The auto industry wants people to see sparkling factories turning reclaimed lead into batteries for Ford, Toyota, GM and the rest. But in Africa’s lead recycling capital, reality looks very different.
November 29, 2025

We never learn. We don't really solve wnvironmental problems, we simply deflect them onto poor and helpless populations. Via the New York Times:

With every breath, people inhale invisible lead particles and absorb them into their bloodstream. The metal seeps into their brains, wreaking havoc on their nervous systems. It damages livers and kidneys. Toddlers ingest the dust by crawling across floors, playgrounds and backyards, then putting their hands in their mouths.

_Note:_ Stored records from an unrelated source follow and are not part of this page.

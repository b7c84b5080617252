import { useMutation } from '@tanstack/react-query';
import { sessionResponse, type LoginRequest } from '../../contracts/auth';
import { api } from '../../lib/api';
import { queryClient } from '../../lib/queryClient';
import { setSessionUser } from '../../lib/session';

export function useSignIn() {
  return useMutation({
    mutationFn: (input: LoginRequest) => api.post('/auth/login', input, { schema: sessionResponse }),
    onSuccess: ({ user }) => {
      // A fresh session: nothing cached for a previous person may show.
      queryClient.clear();
      setSessionUser(user);
    },
  });
}

export function useSignOut() {
  return useMutation({
    mutationFn: () => api.post('/auth/logout'),
    onSettled: () => {
      queryClient.clear();
      setSessionUser(null);
    },
  });
}
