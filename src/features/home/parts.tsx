/** Building blocks the role homes share. Later features add their own panels to a role's home. */
import type { ReactNode } from 'react';
import type { SessionUser } from '../../contracts/auth';
import { ROLE_LABELS } from '../../contracts/roles';
import { Panel } from '../../components/Panel';
import { StatusShape } from '../../components/Status';
import { UnitPreferences } from '../../components/UnitPreferences';
import { useUnits } from '../../lib/session';
import { ROLE_WORK } from './roleWork';

const firstName = (name: string) => name.trim().split(/\s+/)[0] ?? name;

export function HomeFrame({ user, children }: { user: SessionUser; children: ReactNode }) {
  const work = ROLE_WORK[user.role];
  return (
    <div data-home={user.role} className="flex flex-col gap-5">
      <div className="rounded-lg border border-graphite-200 bg-white px-5 py-4 shadow-[inset_4px_0_0_#b8632e]">
        <p className="text-sm font-bold tracking-wider text-copper-700 uppercase">{work.title}</p>
        <h1 className="mt-0.5 text-3xl font-bold tracking-tight text-graphite-950">Welcome, {firstName(user.name)}</h1>
        <p className="mt-2 max-w-3xl text-[1.05rem] text-graphite-700">{work.summary}</p>
      </div>
      {children}
    </div>
  );
}

export function DutiesPanel({ user, title = 'Your work here' }: { user: SessionUser; title?: string }) {
  return (
    <Panel title={title}>
      <ul className="flex flex-col gap-2">
        {ROLE_WORK[user.role].duties.map((d) => (
          <li key={d} className="flex gap-2.5 text-graphite-800">
            <span aria-hidden className="mt-2 size-2 shrink-0 rounded-sm bg-copper-500" />
            {d}
          </li>
        ))}
      </ul>
    </Panel>
  );
}

/** The person's account and display units, changeable right here. */
export function AccountPanel({ user, large = false }: { user: SessionUser; large?: boolean }) {
  const u = useUnits();
  return (
    <Panel title="Your account and units">
      <dl className="mb-4 grid grid-cols-[max-content_1fr] gap-x-4 gap-y-1 text-sm">
        <dt className="text-graphite-500">Signed in as</dt>
        <dd className="font-semibold">{user.email}</dd>
        <dt className="text-graphite-500">Role</dt>
        <dd className="font-semibold">{ROLE_LABELS[user.role]}</dd>
      </dl>
      <UnitPreferences large={large} />
      <p className="mt-3 text-sm text-graphite-600">
        Measurements show in your units everywhere: 25.4 mm reads <span className="font-semibold text-graphite-900">{u.length(0.0254)}</span>, a 20 °C
        reference reads <span className="font-semibold text-graphite-900">{u.temperature(20)}</span>, and a 40 K rise reads{' '}
        <span className="font-semibold text-graphite-900">{u.temperatureDifference(40)}</span>.
      </p>
    </Panel>
  );
}

/** Where the work can hurt someone, the product says so (see the product brief's safety section). */
export function SafetyPanel({ items }: { items: { title: string; text: string }[] }) {
  return (
    <Panel title="Safety on the floor">
      <ul className="flex flex-col gap-3">
        {items.map((i) => (
          <li key={i.title} className="flex gap-3">
            <StatusShape kind="caution" className="mt-0.5 size-5 text-caution" />
            <div>
              <p className="font-semibold text-graphite-900">{i.title}</p>
              <p className="text-graphite-700">{i.text}</p>
            </div>
          </li>
        ))}
      </ul>
      <p className="mt-3 text-sm text-graphite-500">Local codes and your shop’s written procedures come first.</p>
    </Panel>
  );
}

export const SAFETY = {
  hipot: {
    title: 'Hi-pot testing uses lethal voltages',
    text: 'Test only in the interlocked fixture, and only if you are trained for it. Never touch a coil or its leads while the tester is live.',
  },
  hot: {
    title: 'Coils and ovens run hot',
    text: 'A coil fresh from curing or a heat run can burn. Insulation pushed past its thermal class can smoke and catch fire.',
  },
  lifting: {
    title: 'Holding and lifting magnets',
    text: 'A computed pull is never a lifting rating. Lifting use needs the lifting-device standard and a proof test with a safety factor.',
  },
};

Lead is an essential element in car batteries. But mining and processing it is expensive. So companies have turned to recycling as a cheaper, seemingly sustainable source of this hazardous metal.

As the United States tightened regulations on lead processing to protect Americans over the past three decades, finding domestic lead became a challenge. So the auto industry looked overseas to supplement its supply. In doing so, car and battery manufacturers pushed the health consequences of lead recycling onto countries where enforcement is lax, testing is rare and workers are desperate for jobs.

Seventy people living near and working in factories around Ogijo volunteered to have their blood tested by The New York Times and The Examination, a nonprofit newsroom that investigates global health. Seven out of 10 had harmful levels of lead. Every worker had been poisoned.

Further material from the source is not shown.